On Fri, Apr 27, 2018 at 05:39:06PM +0200, Guillaume Nault wrote:
> On Fri, Apr 27, 2018 at 08:23:16AM -0400, Kevin Easton wrote:
...
> > There's another bug here - pppoe_connect() should also be validating
> > sp->sa_family.  My suggested patch was going to be:
> > 
> > diff --git a/drivers/net/ppp/pppoe.c b/drivers/net/ppp/pppoe.c
> > index 1483bc7..90eb3fd 100644
> > --- a/drivers/net/ppp/pppoe.c
> > +++ b/drivers/net/ppp/pppoe.c
> > @@ -620,6 +620,14 @@ static int pppoe_connect(struct socket *sock, struct 
> > sockaddr *uservaddr,
> >         lock_sock(sk);
> >  
> >         error = -EINVAL;
> > +       if (sockaddr_len < sizeof(struct sockaddr_pppox))
> > +               goto end;
> > +
> > +       error = -EAFNOSUPPORT;
> > +       if (sp->sa_family != AF_PPPOX)
> > +               goto end;
> > +
> > +       error = -EINVAL;
> >         if (sp->sa_protocol != PX_PROTO_OE)

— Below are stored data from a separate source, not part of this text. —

#include "sim/scenario/bounded_read.hpp"

#include <fcntl.h>
#include <fmt/format.h>
#include <sys/stat.h>
#include <unistd.h>

#include <algorithm>
#include <cerrno>
#include <system_error>

namespace larder {

BoundedText read_bounded(const std::string& path, std::size_t cap) {
  BoundedText out;
  const int fd = ::open(path.c_str(), O_RDONLY | O_CLOEXEC);
  if (fd < 0) {
    out.problem = std::generic_category().message(errno);
    return out;
  }
  struct stat st {};
  if (::fstat(fd, &st) == 0 && S_ISDIR(st.st_mode)) {
    ::close(fd);
    out.problem = "it is a directory";
    return out;
  }
  if (::fstat(fd, &st) == 0 && S_ISREG(st.st_mode) && static_cast<std::size_t>(st.st_size) > cap) {
    ::close(fd);
    out.too_large = true;
    return out;
  }
  std::string text;
  std::size_t block = 1 << 16;
  while (true) {
    // Never more than cap + 1 bytes: one byte past the cap says the file is larger.
    const std::size_t want = std::min(block, cap + 1 - text.size());
    const std::size_t had = text.size();
    text.resize(had + want);
    const ssize_t got = ::read(fd, text.data() + had, want);
    if (got < 0) {
      if (errno == EINTR) {
        text.resize(had);
        continue;
      }
      out.problem = std::generic_category().message(errno);
      ::close(fd);
      return out;
    }
    text.resize(had + static_cast<std::size_t>(got));
    if (got == 0) break;
    if (text.size() > cap) {
      ::close(fd);
      out.too_large = true;
      return out;
    }
    block = std::min<std::size_t>(block * 2, std::size_t{1} << 24);
  }
  ::close(fd);
  out.text = std::move(text);
  return out;
}

std::string size_in_words(std::size_t bytes) {
  if (bytes >= (std::size_t{1} << 20) && bytes % (std::size_t{1} << 20) == 0) {
    return fmt::format("{} MiB", bytes >> 20);
  }
  if (bytes >= 1024 && bytes % 1024 == 0) return fmt::format("{} KiB", bytes >> 10);
  return fmt::format("{} bytes", bytes);
}

}  // namespace larder
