#pragma once
// Typed, range-checked reads from one YAML mapping. Every value keeps its file:line:col, every
// problem goes to a Diagnostics sink (reading goes on, so all problems are reported at once),
// and `finish()` reports keys that nothing asked for: a typo is never silently ignored.

#include <yaml-cpp/yaml.h>

#include <initializer_list>
#include <limits>
#include <optional>
#include <set>
#include <string>
#include <string_view>
#include <vector>

#include "sim/scenario/diagnostics.hpp"

namespace larder {

/// An allowed interval for a number; open ends exclude the bound.
struct Range {
  double min = -std::numeric_limits<double>::infinity();
  double max = std::numeric_limits<double>::infinity();
  bool min_open = false;
  bool max_open = false;

  bool contains(double v) const;
  /// Human wording of the rule, e.g. ">= 1", "in [0, 1]", "> 0".
  std::string describe() const;

  static Range at_least(double v) { return {v}; }
  static Range above(double v) { return {v, std::numeric_limits<double>::infinity(), true}; }
  static Range between(double lo, double hi) { return {lo, hi}; }
  static Range probability() { return {0.0, 1.0}; }
};

/// Location of a YAML node in `file` (1-based line and column).
Location location_of(const YAML::Node& node, const std::string& file);

/// Reads one YAML mapping. Copies share nothing mutable but the diagnostics sink.
class Params {
 public:
  /// `path` names the mapping in messages (e.g. "items[2]" or "policies[0].quantity").
  Params(YAML::Node node, std::string path, std::string file, Diagnostics& diag);

  const std::string& path() const { return path_; }
  const std::string& file() const { return file_; }
  Diagnostics& diagnostics() const { return *diag_; }
  /// `path.key` for messages.
  std::string path_of(std::string_view key) const;

  bool has(std::string_view key);
  /// The mapping as written.
  const YAML::Node& node() const { return node_; }
  Location location() const;
  /// Where the key itself is written (or the mapping itself when the key is absent).
  Location key_location(std::string_view key) const;
  /// Where the key's value is (or the mapping itself when the key is absent).
  Location location(std::string_view key) const;

  double number(std::string_view key, double fallback, Range range = {});
  std::optional<double> optional_number(std::string_view key, Range range = {});
  int integer(std::string_view key, int fallback, Range range = {});
  std::optional<int> optional_integer(std::string_view key, Range range = {});
  bool boolean(std::string_view key, bool fallback);
  std::string text(std::string_view key, std::string fallback);
  std::optional<std::string> optional_text(std::string_view key);
  /// One of `options`; an error lists them.
  std::string choice(std::string_view key, std::string fallback,
                     std::initializer_list<std::string_view> options);
  /// A nested mapping (error if present but not a mapping).
  std::optional<Params> mapping(std::string_view key);
  /// The raw node, marked as used (may be undefined).
  YAML::Node raw(std::string_view key);

  /// Reports a problem about `key`'s value.
  void error(std::string_view key, std::string message, std::string hint = {});
  /// Reports keys never asked for, with a "did you mean" hint when one is close.
  void finish();

 private:
  YAML::Node node_;
  std::string path_;
  std::string file_;
  Diagnostics* diag_;
  std::set<std::string, std::less<>> known_;
};

/// Reads a scalar node as a number, reporting a problem (and returning nullopt) if it is not one
/// or is outside `range`. `what` names the value in messages.
std::optional<double> read_number(const YAML::Node& node, const std::string& what, Range range,
                                  const std::string& file, Diagnostics& diag);

/// A value as quoted in messages: the scalar itself, or "a list", "a mapping", "nothing".
std::string describe_value(const YAML::Node& node);

/// Whether `v` is an integer value (within 1e-9).
bool is_integral(double v);

/// Levenshtein distance, for "did you mean" hints.
int edit_distance(std::string_view a, std::string_view b);

}  // namespace larder
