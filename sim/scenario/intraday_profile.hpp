#pragma once
// How an item's customers spread over the opening hours (model.md, step 2): a named profile of
// our own or a list of hourly weights, turned into one share per opening hour. Customers arrive
// at a constant rate within an hour, so the share of the day elapsed at any time is linear
// within each hour.

#include <array>
#include <span>
#include <string_view>
#include <vector>

#include "sim/scenario/scenario.hpp"

namespace larder {

/// Names accepted by `demand.intraday`.
inline constexpr std::array<std::string_view, 4> kIntradayProfiles = {
    "flat", "morning_peak", "midday_peak", "evening_peak"};

bool is_intraday_profile(std::string_view name);

/// One share per opening hour (open_hour .. close_hour - 1), summing to 1. Named profiles are
/// a constant base plus a bell around a clock hour (8:30, 12:30 or 17:30); `weights`, when not
/// empty, are used as given (one per opening hour, not all zero).
std::vector<double> intraday_shares(std::string_view profile, std::span<const double> weights,
                                    int open_hour, int close_hour);

/// The item's shares for the scenario's opening hours.
std::vector<double> intraday_shares(const Item& item, const Calendar& calendar);

/// Share of the day's customers who have arrived `hours` after opening (0 .. shares.size()).
double elapsed_share(std::span<const double> shares, double hours);

}  // namespace larder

> >                 goto end;
> >  
> > Should I rework this on top of net.git HEAD?
> > 
> > (The same applies to pppol2tp_connect()).
> > 
> Thanks for the suggestion. But ->sa_family has never been checked.
> Therefore, it has always been possible to connect a PPPoE or L2TP
> socket with an invalid .sa_family field. I'd be surprised if there were
> implementations relying on that, but we never know (for example, an
> implementation could send this field uninitialised). By being stricter
> we'd break such programs. And we don't need this field in the
> connection process, so not checking its value doesn't harm.
> 
> I'm all for being strict and validating user-provided data as much as
> possible, but I'm afraid its too late in this case.

Doesn't the same apply to supplying a bogus sockaddr_len?

I did test the rp-pppoe plugin for pppd with this patch - it does 
correctly set both the sa_family and sockaddr_len.  Checking on
Debian's codesearch also showed that everything in that corpus
that uses PX_PROTO_OE also sets AF_PPPOX.